» DATA:
╔══
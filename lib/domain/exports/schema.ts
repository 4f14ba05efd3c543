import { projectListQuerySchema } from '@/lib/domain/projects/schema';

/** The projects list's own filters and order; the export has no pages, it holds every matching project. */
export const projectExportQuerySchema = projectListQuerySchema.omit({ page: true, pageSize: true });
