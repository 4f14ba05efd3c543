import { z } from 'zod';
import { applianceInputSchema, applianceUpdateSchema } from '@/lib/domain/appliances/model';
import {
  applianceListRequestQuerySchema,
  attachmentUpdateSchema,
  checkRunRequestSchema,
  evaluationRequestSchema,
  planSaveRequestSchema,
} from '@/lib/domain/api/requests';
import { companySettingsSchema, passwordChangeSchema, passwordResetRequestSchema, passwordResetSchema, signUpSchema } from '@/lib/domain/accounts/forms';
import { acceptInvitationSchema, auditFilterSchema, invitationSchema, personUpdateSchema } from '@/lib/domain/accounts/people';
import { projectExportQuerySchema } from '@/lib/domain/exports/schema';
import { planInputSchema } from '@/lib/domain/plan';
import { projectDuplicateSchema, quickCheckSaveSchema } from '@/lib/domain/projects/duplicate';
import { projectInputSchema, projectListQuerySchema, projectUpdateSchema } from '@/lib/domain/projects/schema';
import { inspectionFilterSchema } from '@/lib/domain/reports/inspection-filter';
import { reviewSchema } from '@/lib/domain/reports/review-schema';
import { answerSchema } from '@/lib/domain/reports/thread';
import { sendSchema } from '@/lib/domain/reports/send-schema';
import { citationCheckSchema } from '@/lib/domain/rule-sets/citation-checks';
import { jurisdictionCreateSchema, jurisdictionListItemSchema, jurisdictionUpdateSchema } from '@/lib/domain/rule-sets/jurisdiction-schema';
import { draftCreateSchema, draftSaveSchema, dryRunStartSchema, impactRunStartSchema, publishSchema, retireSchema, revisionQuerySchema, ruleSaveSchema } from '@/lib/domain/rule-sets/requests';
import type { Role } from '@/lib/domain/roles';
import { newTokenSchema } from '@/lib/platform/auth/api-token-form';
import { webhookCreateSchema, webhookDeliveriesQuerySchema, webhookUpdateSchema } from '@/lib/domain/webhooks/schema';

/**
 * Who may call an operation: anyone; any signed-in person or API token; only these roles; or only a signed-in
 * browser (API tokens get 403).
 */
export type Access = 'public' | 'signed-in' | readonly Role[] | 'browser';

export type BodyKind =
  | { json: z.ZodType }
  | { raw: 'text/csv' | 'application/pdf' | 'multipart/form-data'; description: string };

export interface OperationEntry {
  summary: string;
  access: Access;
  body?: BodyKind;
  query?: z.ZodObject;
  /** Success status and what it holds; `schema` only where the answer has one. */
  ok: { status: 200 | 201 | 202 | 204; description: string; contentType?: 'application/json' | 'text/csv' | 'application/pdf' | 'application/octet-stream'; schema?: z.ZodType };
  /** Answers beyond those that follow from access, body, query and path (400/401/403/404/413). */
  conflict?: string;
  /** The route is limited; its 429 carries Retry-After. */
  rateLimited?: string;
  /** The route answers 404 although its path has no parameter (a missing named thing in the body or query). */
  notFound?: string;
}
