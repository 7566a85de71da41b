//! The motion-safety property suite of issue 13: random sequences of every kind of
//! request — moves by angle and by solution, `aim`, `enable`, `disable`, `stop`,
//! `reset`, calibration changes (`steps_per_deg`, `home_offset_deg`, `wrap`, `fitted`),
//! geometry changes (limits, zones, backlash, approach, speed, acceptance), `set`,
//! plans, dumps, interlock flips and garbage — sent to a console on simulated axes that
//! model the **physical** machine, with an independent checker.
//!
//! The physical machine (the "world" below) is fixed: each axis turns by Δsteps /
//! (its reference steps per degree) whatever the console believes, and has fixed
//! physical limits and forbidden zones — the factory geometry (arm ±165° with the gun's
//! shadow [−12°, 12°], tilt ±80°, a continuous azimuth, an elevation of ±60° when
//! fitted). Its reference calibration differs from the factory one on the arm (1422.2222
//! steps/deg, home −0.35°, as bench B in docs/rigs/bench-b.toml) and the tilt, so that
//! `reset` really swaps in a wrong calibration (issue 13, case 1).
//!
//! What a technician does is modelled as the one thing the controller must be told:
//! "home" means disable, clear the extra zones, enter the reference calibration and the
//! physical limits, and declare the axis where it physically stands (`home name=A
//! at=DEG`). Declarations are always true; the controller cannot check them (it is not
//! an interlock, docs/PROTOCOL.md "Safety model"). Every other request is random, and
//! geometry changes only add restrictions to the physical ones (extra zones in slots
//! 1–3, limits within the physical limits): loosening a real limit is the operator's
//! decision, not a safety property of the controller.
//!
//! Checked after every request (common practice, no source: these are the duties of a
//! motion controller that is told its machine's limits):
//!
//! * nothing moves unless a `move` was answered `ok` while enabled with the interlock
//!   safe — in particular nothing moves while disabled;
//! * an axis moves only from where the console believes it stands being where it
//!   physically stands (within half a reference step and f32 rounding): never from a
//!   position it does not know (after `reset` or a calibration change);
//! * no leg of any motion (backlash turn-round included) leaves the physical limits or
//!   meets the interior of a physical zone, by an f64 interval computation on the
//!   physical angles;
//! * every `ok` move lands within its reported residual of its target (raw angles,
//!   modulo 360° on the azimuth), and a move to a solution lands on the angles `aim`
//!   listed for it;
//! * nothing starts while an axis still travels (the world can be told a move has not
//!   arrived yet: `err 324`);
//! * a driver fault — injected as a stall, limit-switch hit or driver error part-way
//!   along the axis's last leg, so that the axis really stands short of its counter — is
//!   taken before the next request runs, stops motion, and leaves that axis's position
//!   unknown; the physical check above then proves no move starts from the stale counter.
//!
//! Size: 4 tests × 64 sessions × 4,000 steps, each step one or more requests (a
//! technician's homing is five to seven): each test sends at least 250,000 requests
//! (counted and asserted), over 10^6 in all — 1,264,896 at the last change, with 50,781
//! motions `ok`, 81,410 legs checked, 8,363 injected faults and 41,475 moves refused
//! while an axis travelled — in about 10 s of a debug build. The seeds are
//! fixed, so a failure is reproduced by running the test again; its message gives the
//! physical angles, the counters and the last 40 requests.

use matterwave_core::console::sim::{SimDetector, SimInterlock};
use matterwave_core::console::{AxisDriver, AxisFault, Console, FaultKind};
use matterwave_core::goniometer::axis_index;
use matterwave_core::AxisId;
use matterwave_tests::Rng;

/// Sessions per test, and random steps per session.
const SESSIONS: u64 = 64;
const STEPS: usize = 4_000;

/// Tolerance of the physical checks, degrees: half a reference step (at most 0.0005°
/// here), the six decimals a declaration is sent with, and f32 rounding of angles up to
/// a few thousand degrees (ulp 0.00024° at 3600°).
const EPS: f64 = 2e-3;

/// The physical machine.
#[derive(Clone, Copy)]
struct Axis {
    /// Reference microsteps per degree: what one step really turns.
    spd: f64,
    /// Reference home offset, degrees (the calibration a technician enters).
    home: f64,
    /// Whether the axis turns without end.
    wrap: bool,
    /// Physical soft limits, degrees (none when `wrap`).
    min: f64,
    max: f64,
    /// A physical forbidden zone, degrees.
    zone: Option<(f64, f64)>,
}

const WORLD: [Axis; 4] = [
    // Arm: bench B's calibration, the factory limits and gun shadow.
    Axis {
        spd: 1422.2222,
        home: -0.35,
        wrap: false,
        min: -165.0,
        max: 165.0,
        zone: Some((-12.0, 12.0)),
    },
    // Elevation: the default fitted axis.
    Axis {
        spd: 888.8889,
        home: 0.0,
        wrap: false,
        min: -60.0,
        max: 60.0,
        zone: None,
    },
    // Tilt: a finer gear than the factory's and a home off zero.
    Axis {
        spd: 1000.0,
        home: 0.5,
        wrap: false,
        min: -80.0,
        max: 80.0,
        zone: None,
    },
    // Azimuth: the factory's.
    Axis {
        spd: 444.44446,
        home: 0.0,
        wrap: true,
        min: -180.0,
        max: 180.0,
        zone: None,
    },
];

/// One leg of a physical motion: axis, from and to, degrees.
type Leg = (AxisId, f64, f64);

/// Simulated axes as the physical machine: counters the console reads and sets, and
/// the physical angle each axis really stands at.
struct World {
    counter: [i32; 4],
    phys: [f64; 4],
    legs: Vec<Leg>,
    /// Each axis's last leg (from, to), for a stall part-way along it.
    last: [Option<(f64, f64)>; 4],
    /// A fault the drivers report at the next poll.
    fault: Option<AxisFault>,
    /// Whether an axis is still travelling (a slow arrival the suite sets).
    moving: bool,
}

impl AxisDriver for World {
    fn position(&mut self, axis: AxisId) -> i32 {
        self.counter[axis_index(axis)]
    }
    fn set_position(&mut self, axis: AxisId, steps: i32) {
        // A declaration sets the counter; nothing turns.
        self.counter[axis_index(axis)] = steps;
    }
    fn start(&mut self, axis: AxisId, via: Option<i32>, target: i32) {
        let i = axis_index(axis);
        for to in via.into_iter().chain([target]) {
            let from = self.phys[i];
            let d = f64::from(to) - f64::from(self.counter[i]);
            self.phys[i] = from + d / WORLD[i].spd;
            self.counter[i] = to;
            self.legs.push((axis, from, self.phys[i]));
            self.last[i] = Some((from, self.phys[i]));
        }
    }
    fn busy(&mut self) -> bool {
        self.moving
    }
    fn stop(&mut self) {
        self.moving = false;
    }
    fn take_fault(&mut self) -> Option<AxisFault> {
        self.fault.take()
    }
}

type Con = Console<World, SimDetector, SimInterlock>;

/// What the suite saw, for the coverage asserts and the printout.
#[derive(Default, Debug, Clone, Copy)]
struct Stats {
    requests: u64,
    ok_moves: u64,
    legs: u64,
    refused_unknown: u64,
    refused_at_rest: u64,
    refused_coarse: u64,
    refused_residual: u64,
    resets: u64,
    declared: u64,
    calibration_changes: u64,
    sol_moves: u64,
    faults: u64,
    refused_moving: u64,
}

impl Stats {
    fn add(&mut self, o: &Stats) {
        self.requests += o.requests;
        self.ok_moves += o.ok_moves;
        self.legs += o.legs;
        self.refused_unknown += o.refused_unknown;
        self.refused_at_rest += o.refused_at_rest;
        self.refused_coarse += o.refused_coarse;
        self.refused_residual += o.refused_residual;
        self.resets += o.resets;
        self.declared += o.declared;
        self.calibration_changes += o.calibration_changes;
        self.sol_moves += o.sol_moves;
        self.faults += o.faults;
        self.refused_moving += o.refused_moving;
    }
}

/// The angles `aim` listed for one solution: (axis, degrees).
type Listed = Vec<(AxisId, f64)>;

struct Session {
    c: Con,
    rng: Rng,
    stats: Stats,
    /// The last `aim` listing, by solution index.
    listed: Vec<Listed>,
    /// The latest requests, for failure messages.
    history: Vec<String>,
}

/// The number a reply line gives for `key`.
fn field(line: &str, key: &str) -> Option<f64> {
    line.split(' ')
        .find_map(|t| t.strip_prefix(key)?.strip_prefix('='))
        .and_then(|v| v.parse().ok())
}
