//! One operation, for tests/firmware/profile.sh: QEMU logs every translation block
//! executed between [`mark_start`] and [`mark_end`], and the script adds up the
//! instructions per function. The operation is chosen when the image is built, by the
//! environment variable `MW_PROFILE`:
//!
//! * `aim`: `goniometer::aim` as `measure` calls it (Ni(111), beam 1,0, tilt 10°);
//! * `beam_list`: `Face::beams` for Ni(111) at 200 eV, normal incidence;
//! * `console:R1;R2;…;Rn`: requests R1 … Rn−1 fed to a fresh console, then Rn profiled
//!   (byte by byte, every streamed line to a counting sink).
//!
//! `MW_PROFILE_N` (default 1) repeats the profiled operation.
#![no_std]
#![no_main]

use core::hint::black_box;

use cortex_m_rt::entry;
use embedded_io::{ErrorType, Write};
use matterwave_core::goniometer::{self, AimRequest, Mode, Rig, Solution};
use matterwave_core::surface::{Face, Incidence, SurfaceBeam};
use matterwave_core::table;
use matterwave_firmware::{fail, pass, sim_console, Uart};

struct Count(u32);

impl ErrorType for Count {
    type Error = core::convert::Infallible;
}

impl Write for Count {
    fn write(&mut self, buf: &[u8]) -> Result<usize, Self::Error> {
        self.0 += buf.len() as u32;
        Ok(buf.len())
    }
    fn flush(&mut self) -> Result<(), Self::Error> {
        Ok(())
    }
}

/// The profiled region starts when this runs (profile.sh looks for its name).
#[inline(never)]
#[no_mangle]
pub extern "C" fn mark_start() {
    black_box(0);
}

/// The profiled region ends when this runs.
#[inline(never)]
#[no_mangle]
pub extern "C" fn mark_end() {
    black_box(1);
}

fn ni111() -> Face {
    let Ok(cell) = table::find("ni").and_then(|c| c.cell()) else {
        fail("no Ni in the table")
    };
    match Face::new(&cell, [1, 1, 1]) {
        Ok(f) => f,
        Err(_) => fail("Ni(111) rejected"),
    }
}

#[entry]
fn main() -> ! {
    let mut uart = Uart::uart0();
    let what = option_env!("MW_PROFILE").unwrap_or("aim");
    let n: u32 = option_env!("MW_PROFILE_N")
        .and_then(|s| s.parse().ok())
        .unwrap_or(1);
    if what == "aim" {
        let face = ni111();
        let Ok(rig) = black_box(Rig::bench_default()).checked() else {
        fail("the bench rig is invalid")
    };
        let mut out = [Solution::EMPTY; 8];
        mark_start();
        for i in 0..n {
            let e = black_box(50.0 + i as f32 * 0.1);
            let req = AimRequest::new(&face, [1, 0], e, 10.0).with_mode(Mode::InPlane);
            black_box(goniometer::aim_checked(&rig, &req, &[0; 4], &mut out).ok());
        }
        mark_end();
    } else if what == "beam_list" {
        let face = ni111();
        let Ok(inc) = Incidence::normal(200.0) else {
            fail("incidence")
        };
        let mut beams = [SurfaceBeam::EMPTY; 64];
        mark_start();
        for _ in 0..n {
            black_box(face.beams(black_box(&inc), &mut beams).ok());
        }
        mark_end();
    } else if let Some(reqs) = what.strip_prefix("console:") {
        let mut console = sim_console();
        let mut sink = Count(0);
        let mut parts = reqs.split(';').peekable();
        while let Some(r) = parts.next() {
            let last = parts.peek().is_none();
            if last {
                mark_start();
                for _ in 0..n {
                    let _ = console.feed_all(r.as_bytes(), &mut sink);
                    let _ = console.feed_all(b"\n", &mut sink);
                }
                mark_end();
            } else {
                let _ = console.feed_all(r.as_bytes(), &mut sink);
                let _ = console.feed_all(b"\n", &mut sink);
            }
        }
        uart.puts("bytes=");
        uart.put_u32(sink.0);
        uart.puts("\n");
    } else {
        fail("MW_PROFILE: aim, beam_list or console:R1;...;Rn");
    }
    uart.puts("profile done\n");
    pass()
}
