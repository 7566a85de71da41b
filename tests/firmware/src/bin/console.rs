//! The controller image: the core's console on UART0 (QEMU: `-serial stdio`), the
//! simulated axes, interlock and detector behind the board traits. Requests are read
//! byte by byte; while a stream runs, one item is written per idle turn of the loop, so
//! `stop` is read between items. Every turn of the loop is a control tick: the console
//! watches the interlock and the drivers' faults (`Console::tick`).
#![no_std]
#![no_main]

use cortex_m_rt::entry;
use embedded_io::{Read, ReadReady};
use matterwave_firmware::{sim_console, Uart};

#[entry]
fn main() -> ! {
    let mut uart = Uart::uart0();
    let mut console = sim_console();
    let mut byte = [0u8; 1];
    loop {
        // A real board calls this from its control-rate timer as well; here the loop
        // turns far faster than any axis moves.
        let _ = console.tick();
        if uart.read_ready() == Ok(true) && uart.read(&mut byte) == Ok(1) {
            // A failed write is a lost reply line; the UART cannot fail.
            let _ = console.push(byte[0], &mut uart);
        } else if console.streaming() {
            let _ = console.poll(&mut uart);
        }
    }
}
╚══
In the entries above, find each line that includes the string "physically" and copy it.

//! physical limits, and declare the axis where it physically stands (`home name=A
//!   physically stands (within half a reference step and f32 rounding): never from a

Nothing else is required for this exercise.